Zwar ist sie Paartherapeutin, aber im Augenblick des Geschehens im „Labyrinth … (des) eigenen Lebens“ so gefangen wie viele, die sich vertrauensvoll an die Beziehungsspezialistin und Ratgeberautorin wenden. In Noras Dasein gibt es keine seelischen Staubecken und lieblos vollgestellte Erinnerungsabstellkammern. Tadellos aufgeräumt ist die dingliche Sphäre.
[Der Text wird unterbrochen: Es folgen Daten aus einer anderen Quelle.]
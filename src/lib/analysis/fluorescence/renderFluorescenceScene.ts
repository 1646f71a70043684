import type { Raster } from '../types';
import type { SceneRng, SceneSpot } from './types';
import { gaussianPixelFraction } from './gaussianPixelFraction';
import { samplePoisson } from './samplePoisson';

/** Options of {@link renderFluorescenceScene}. */
export interface RenderFluorescenceSceneOptions {
  /** Frame size (px). */
  widthPx: number;
  heightPx: number;
  /** Gaussian PSF standard deviation (px). */
  sigmaPx: number;
  /** Emitters to draw; each spreads its photons over pixels by the pixel-integrated Gaussian. */
  spots: readonly SceneSpot[];
  /** Seeded random source, e.g. `createRng(seed)`. Required so scenes are reproducible. */
  rng: SceneRng;
  /**
   * Mean background photons per pixel at the frame centre (photons).
   * @default 100
   */
  backgroundPhotonsPerPx?: number;
  /**
   * Linear background slope: photons per pixel added per pixel of x and of y, measured from the frame centre.
   * @default { x: 0, y: 0 }
   */
  backgroundSlopePerPx?: { readonly x: number; readonly y: number };
  /**
   * Camera bias added to every pixel (counts).
   * @default 100
   */
  cameraOffsetCounts?: number;
  /**
   * Camera gain (counts per photon).
   * @default 1
   */
  gainCountsPerPhoton?: number;
  /**
   * Gaussian read noise SD (counts).
   * @default 0
   */
  readNoiseCounts?: number;
  /**
   * Round to integers and clip to [0, 65535] like a 16-bit camera.
   * @default true
   */
  quantise16Bit?: boolean;
}

/** Result of {@link renderFluorescenceScene}. */
export interface RenderFluorescenceSceneResult {
  /** The noisy frame (counts). */
  readonly raster: Raster;
  /** The noise-free expected photons per pixel (photons), for checks. */
  readonly expectedPhotons: Raster;
  /** Number of pixels that hit the 16-bit ceiling. */
  readonly nbSaturated: number;
}

/**
 * Renders a synthetic single-channel fluorescence frame: Gaussian spots with known photon totals on a (sloped)
 * photon background, Poisson shot noise, camera gain, read noise and offset.
 *
 * @param options - see {@link RenderFluorescenceSceneOptions}
 * @returns noisy frame, expected photon image and saturation count
 * @throws RangeError for a non-positive size or sigma
 */
export function renderFluorescenceScene(options: RenderFluorescenceSceneOptions): RenderFluorescenceSceneResult {
  const {
    widthPx,
    heightPx,
    sigmaPx,
    spots,
    rng,
    backgroundPhotonsPerPx = 100,
    backgroundSlopePerPx = { x: 0, y: 0 },
    cameraOffsetCounts = 100,
    gainCountsPerPhoton = 1,
    readNoiseCounts = 0,
    quantise16Bit = true,
  } = options;
  if (!(Number.isInteger(widthPx) && widthPx > 0 && Number.isInteger(heightPx) && heightPx > 0)) {
    throw new RangeError(`widthPx and heightPx must be positive integers, got ${widthPx}×${heightPx}`);
  }
  if (!(sigmaPx > 0)) throw new RangeError(`sigmaPx must be positive, got ${sigmaPx}`);

  // expected photons
  const expected = new Float32Array(widthPx * heightPx);
  const cx = (widthPx - 1) / 2;
  const cy = (heightPx - 1) / 2;
  for (let y = 0; y < heightPx; y++) {
    for (let x = 0; x < widthPx; x++) {
      expected[y * widthPx + x] = Math.max(
        0,
        backgroundPhotonsPerPx + backgroundSlopePerPx.x * (x - cx) + backgroundSlopePerPx.y * (y - cy),
      );
    }
  }
  // 5σ holds all but ~4·10⁻⁶ of a Gaussian's photons
  const radius = Math.ceil(5 * sigmaPx) + 1;
  for (const spot of spots) {
    const xMin = Math.max(0, Math.floor(spot.x) - radius);
    const xMax = Math.min(widthPx - 1, Math.ceil(spot.x) + radius);
    const yMin = Math.max(0, Math.floor(spot.y) - radius);
    const yMax = Math.min(heightPx - 1, Math.ceil(spot.y) + radius);
    for (let y = yMin; y <= yMax; y++) {
      for (let x = xMin; x <= xMax; x++) {
        expected[y * widthPx + x] += spot.photons * gaussianPixelFraction(x - spot.x, y - spot.y, sigmaPx);
      }
    }
  }

  // noise and camera
  const out = new Float32Array(widthPx * heightPx);
  let nbSaturated = 0;
  for (let i = 0; i < out.length; i++) {
    let v = gainCountsPerPhoton * samplePoisson(expected[i], rng) + cameraOffsetCounts;
    if (readNoiseCounts > 0) v += readNoiseCounts * rng.normal();
    if (quantise16Bit) {
      v = Math.round(v);
      if (v < 0) v = 0;
      if (v > 65535) {
        v = 65535;
        nbSaturated++;
      }
    }
    out[i] = v;
  }
  return {
    raster: { data: out, width: widthPx, height: heightPx },
    expectedPhotons: { data: expected, width: widthPx, height: heightPx },
    nbSaturated,
  };
}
Von den Fußböden bis zur Bettwäsche beweist jedes Detail Geschmack und Zuversicht.

Sorgfältig arrangiert, sortiert und hochwertig sind die Gegenstände, die sich zu einem Interieurensemble fügen in Noras Schöner-Wohnen-Existenzialismus.

Julia Holbe, „Boy meets Girl“, Roman, Penguin Verlag, 20,-

Zur Perfektion gehört zunächst auch Paul, ein Medienmann mit großer Reichweite. Wegen ihm raucht Nora heimlich und vermeidet Safran im Abendessen. Von einem Ausflug in die weite Welt bringt Paul einen Beweis seiner Untreue mit.

„Ein schwarzer Damenschlüpfer, der nicht mir (gehört),“ gelangt unbeachtet aus dem Koffer in die Waschmaschine, um an der Leine erst erkannt zu werden. Nora kämpft mit sich auch auf einer sprachlichen Distinktionsebene. Sie fragt sich, welches Wort angemessen sei: „Schlüpfer, Unterhose, Höschen“. So oder so geht es um ein „hässliches (und) ausgeleiertes Ding“, offenbar aus einem „schlampigen“ Haushalt. Nora fühlt sich doppelt hintergangen und herabgesetzt. Pauls Seitensprungpartnerin unterschreitet den Mindeststandard, den das Ehepaar Nora & Paul auf der Strecke vom Wein über das Fernsehprogramm bis zu den Vorhängen für selbstverständlich erachtet.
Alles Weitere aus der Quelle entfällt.